What is being asked.
Of all the lines in the entries below, give again exactly those starting at the line containing "if pooled is" and ending at the line containing "whole = constant_law(*_placed(wave, step, [[len(wave)", both ends included, and no others.

Records supplied.
——————————

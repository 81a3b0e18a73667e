"""Width of the narrowest lines: the instrument's profile or the star's own lines.

A spectrum made of Gaussian lines of one width, wherever they stand and however they
overlap, has the autocorrelation A(t) = exp(-t^2 / (4 s^2)). First and second differences
at a lag, D1 = 2 (A_0 - A_1) and D2 = 6 A_0 - 8 A_1 + 2 A_2, weigh narrow structure most and
see neither level nor broad wings; their ratio gives s. The noise's own share is known and
taken off. Each block of the spectrum gives one value, and ``width_law`` follows them.
"""

from __future__ import annotations

from dataclasses import replace

import numpy as np

from .width_law import WidthLaw, bent_law, constant_law, law_error

FWHM_PER_SIGMA = 2.3548200450309493
LAGS = (1, 2, 3, 4, 6, 9, 13, 20, 30, 45, 70, 100)
COARSE = 8  # samples
RESOLVED = 3.5  # means per FWHM that a line must span to be measured on means
ZONES = 24
BLUNT = 0.7  # sigma in lags below which a block's ratio says little
LEAST_SIGNAL = 3.0  # structure over noise, in variance of differences, for a block to count


def difference_ratio(sigma):
    """D2/D1 of Gaussian lines of ``sigma`` lags."""
    a1, a2 = np.exp(-0.25 / sigma**2), np.exp(-1.0 / sigma**2)
    return (6.0 - 8.0 * a1 + 2.0 * a2) / (2.0 * (1.0 - a1))


def block_size(lag: int) -> int:
    """Samples of a block."""
    return max(64, 40 * lag)


def block_widths(y, noise, good, run, correlation, lag: int) -> np.ndarray:
    """(middle sample, FWHM in samples) of the blocks with enough structure, shape (b, 2).

    y: (continuum - flux)/continuum; noise: its one sigma; good: usable; run: slice
    without gaps; correlation: of the noise; lag: samples between the differences.
    """
    r = np.zeros(2 * lag + 1)
    known = correlation[: 2 * lag + 1]
    r[: len(known)] = known
    n1, n2 = 2.0 * (1.0 - r[lag]), 6.0 - 8.0 * r[lag] + 2.0 * r[2 * lag]
    size = min(block_size(lag), run.stop - run.start)
    count = (run.stop - run.start) // size
    if size < max(16, 6 * lag):
        return np.zeros((0, 2))
    cut = slice(run.start, run.start + count * size)
    z, ok = y[cut].reshape(count, size), good[cut].reshape(count, size)
    var = np.mean(noise[cut].reshape(count, size) ** 2, axis=1)
    one = z[:, lag:] - z[:, :-lag]
    both = ok[:, lag:] & ok[:, :-lag]
    two = one[:, lag:] - one[:, :-lag]
    all3 = both[:, lag:] & both[:, :-lag]
    d1 = _mean_square(one, both) - n1 * var
    d2 = _mean_square(two, all3) - n2 * var
    fine = (ok.mean(axis=1) >= 0.8) & (d2 >= LEAST_SIGNAL * n2 * var) & (d1 > 0)
    grid = np.geomspace(0.35, 60.0, 400)
    with np.errstate(divide="ignore", invalid="ignore"):
        sigma = np.interp(-d2 / d1, -difference_ratio(grid), grid)
    middle = run.start + (np.arange(count) + 0.5) * size - 0.5
    return np.c_[middle, lag * sigma * FWHM_PER_SIGMA][fine]


def pooled_width(y, noise, good, runs, correlation, lags=LAGS):
    """(FWHM in samples, lag) from all samples at once, at the shortest of ``lags`` that shows
    lines; None where none does."""
    grid = np.geomspace(0.35, 60.0, 400)
    for lag in (k for k in lags if k >= len(correlation)):
        r = np.r_[correlation, np.zeros(2 * lag + 1)]
        sums = np.zeros(4)
        for run in runs:
            z, ok, var = y[run], good[run], noise[run] ** 2
            one, both = z[lag:] - z[:-lag], ok[lag:] & ok[:-lag]
            two, all3 = one[lag:] - one[:-lag], both[lag:] & both[:-lag]
            sums += (np.sum(one[both] ** 2 - 2 * (1 - r[lag]) * var[lag:][both]),
                     np.sum(two[all3] ** 2 - (6 - 8 * r[lag] + 2 * r[2 * lag]) *
                            var[lag : len(z) - lag][all3]),
                     np.sum(6.0 * var[lag : len(z) - lag][all3]), all3.sum())
        doubt = sums[2] * (0.02 + 3.0 / np.sqrt(max(sums[3], 1.0)))
        if sums[0] > 0 and sums[1] > 3.0 * doubt:
            sigma = np.interp(-sums[1] / sums[0], -difference_ratio(grid), grid)
            return float(lag * sigma * FWHM_PER_SIGMA), lag
    return None


def zone_widths(y, noise, good, runs, correlation, lag: int) -> np.ndarray:
    """(middle sample, FWHM in samples) of up to ZONES equal parts of the segment, all their
    samples pooled at ``lag``, shape (z, 2)."""
    edges = np.linspace(runs[0].start, runs[-1].stop, ZONES + 1).astype(int)
    found = []
    for a, b in zip(edges[:-1], edges[1:]):
        parts = [slice(max(a, r.start), min(b, r.stop)) for r in runs]
        parts = [p for p in parts if p.stop - p.start > max(16, 6 * lag)]
        value = pooled_width(y, noise, good, parts, correlation, (lag,)) if parts else None
        if value is not None:
            found.append((0.5 * (a + b - 1), value[0]))
    return np.array(found).reshape(-1, 2)


def _mean_square(values, ok):
    return np.sum(np.where(ok, values * values, 0.0), axis=1) / np.maximum(ok.sum(axis=1), 1)


def measure_width(wave, y, noise, good, runs, correlation) -> WidthLaw | None:
    """How the FWHM of the narrowest lines runs along the segment, or None.

    None when fewer than three blocks hold lines, nor do means of COARSE samples: the lines
    of a fast rotator are shallow, and only many samples together show them.
    """
    law = _law(wave, y, noise, good, runs, correlation)
    count = len(wave) // COARSE
    if law is not None or len(runs) > 1 or count < 400:
        return law
    cut = slice(0, count * COARSE)

    def means(values):
        return values[cut].reshape(count, COARSE).mean(axis=1)

    length = min(1.0 + 2.0 * float(np.sum(correlation[1:])), COARSE)
    rough = _law(means(wave), means(y), means(noise) * np.sqrt(length / COARSE),
                 means(good) > 0.7, [slice(0, count)], np.array([1.0]))
    if rough is None or np.median(sampled(rough, means(wave)) / np.gradient(means(wave))) < RESOLVED:
        return None  # sharp lines, smeared by the means
    return rough


def sampled(law: WidthLaw, wave) -> np.ndarray:
    """FWHM in Angstrom at every sample, no less than two samples, (n,)."""
    return np.maximum(law.at(wave), 2.0 * np.gradient(wave))


def _law(wave, y, noise, good, runs, correlation) -> WidthLaw | None:
    step = np.gradient(wave)
    tables = []
    lags = [lag for lag in LAGS if lag >= len(correlation)]  # nearer samples share noise
    for lag in lags:
        parts = [block_widths(y, noise, good, r, correlation, lag) for r in runs]
        tables.append(np.concatenate(parts))
    share = np.array([len(t) * block_size(lag) for t, lag in zip(tables, lags, strict=True)])
    if share.max() == 0 or max(len(t) for t in tables) < 3:
        return None
    # the shortest lag at which most of the blocks rise above the noise
    chosen = int(np.argmax((share >= 0.5 * share.max()) & (share > 0)))
    found = tables[chosen]
    even = _even_log(wave, step)
    span = float(wave[runs[0].start]), float(wave[runs[-1].stop - 1])
    if np.median(found[:, 1]) < BLUNT * lags[chosen] * FWHM_PER_SIGMA:
        # lines narrower than the lag: single blocks are too noisy, all together are not
        pooled = pooled_width(y, noise, good, runs, correlation)
        if pooled is not None:
            tried = [k for k in lags if pooled[1] <= k <= 3 * pooled[1]]
            zones = [zone_widths(y, noise, good, runs, correlation, k) for k in tried]
            # a lag too short shows only the narrow end of the segment
            found = next((z for z in zones if len(z) > 0.9 * ZONES), zones[-1])
            whole = constant_law(*_placed(wave, step, [[len(wave) / 2, pooled[0]]]), span, even)
            placed = _placed(wave, step, found)
            return bent_law(replace(whole, error=law_error(*placed)), *placed, span)
    placed = _placed(wave, step, found)
    return bent_law(constant_law(*placed, span, even), *placed, span)


def _placed(wave, step, found):
    """Wavelengths and FWHM in Angstrom of (sample, FWHM in samples), each (b,)."""
    found = np.asarray(found, dtype=float).reshape(-1, 2)
    at = np.rint(found[:, 0]).astype(int)
    return wave[at], found[:, 1] * step[at]


def _even_log(wave, step) -> bool:
    """Samples even in ln(wavelength) tell of an instrument of constant resolving power."""
    return bool(np.ptp(step / wave) / np.mean(step / wave) < np.ptp(step) / np.mean(step))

——————————

Final answer.
        if pooled is not None:
            tried = [k for k in lags if pooled[1] <= k <= 3 * pooled[1]]
            zones = [zone_widths(y, noise, good, runs, correlation, k) for k in tried]
            # a lag too short shows only the narrow end of the segment
            found = next((z for z in zones if len(z) > 0.9 * ZONES), zones[-1])
            whole = constant_law(*_placed(wave, step, [[len(wave) / 2, pooled[0]]]), span, even)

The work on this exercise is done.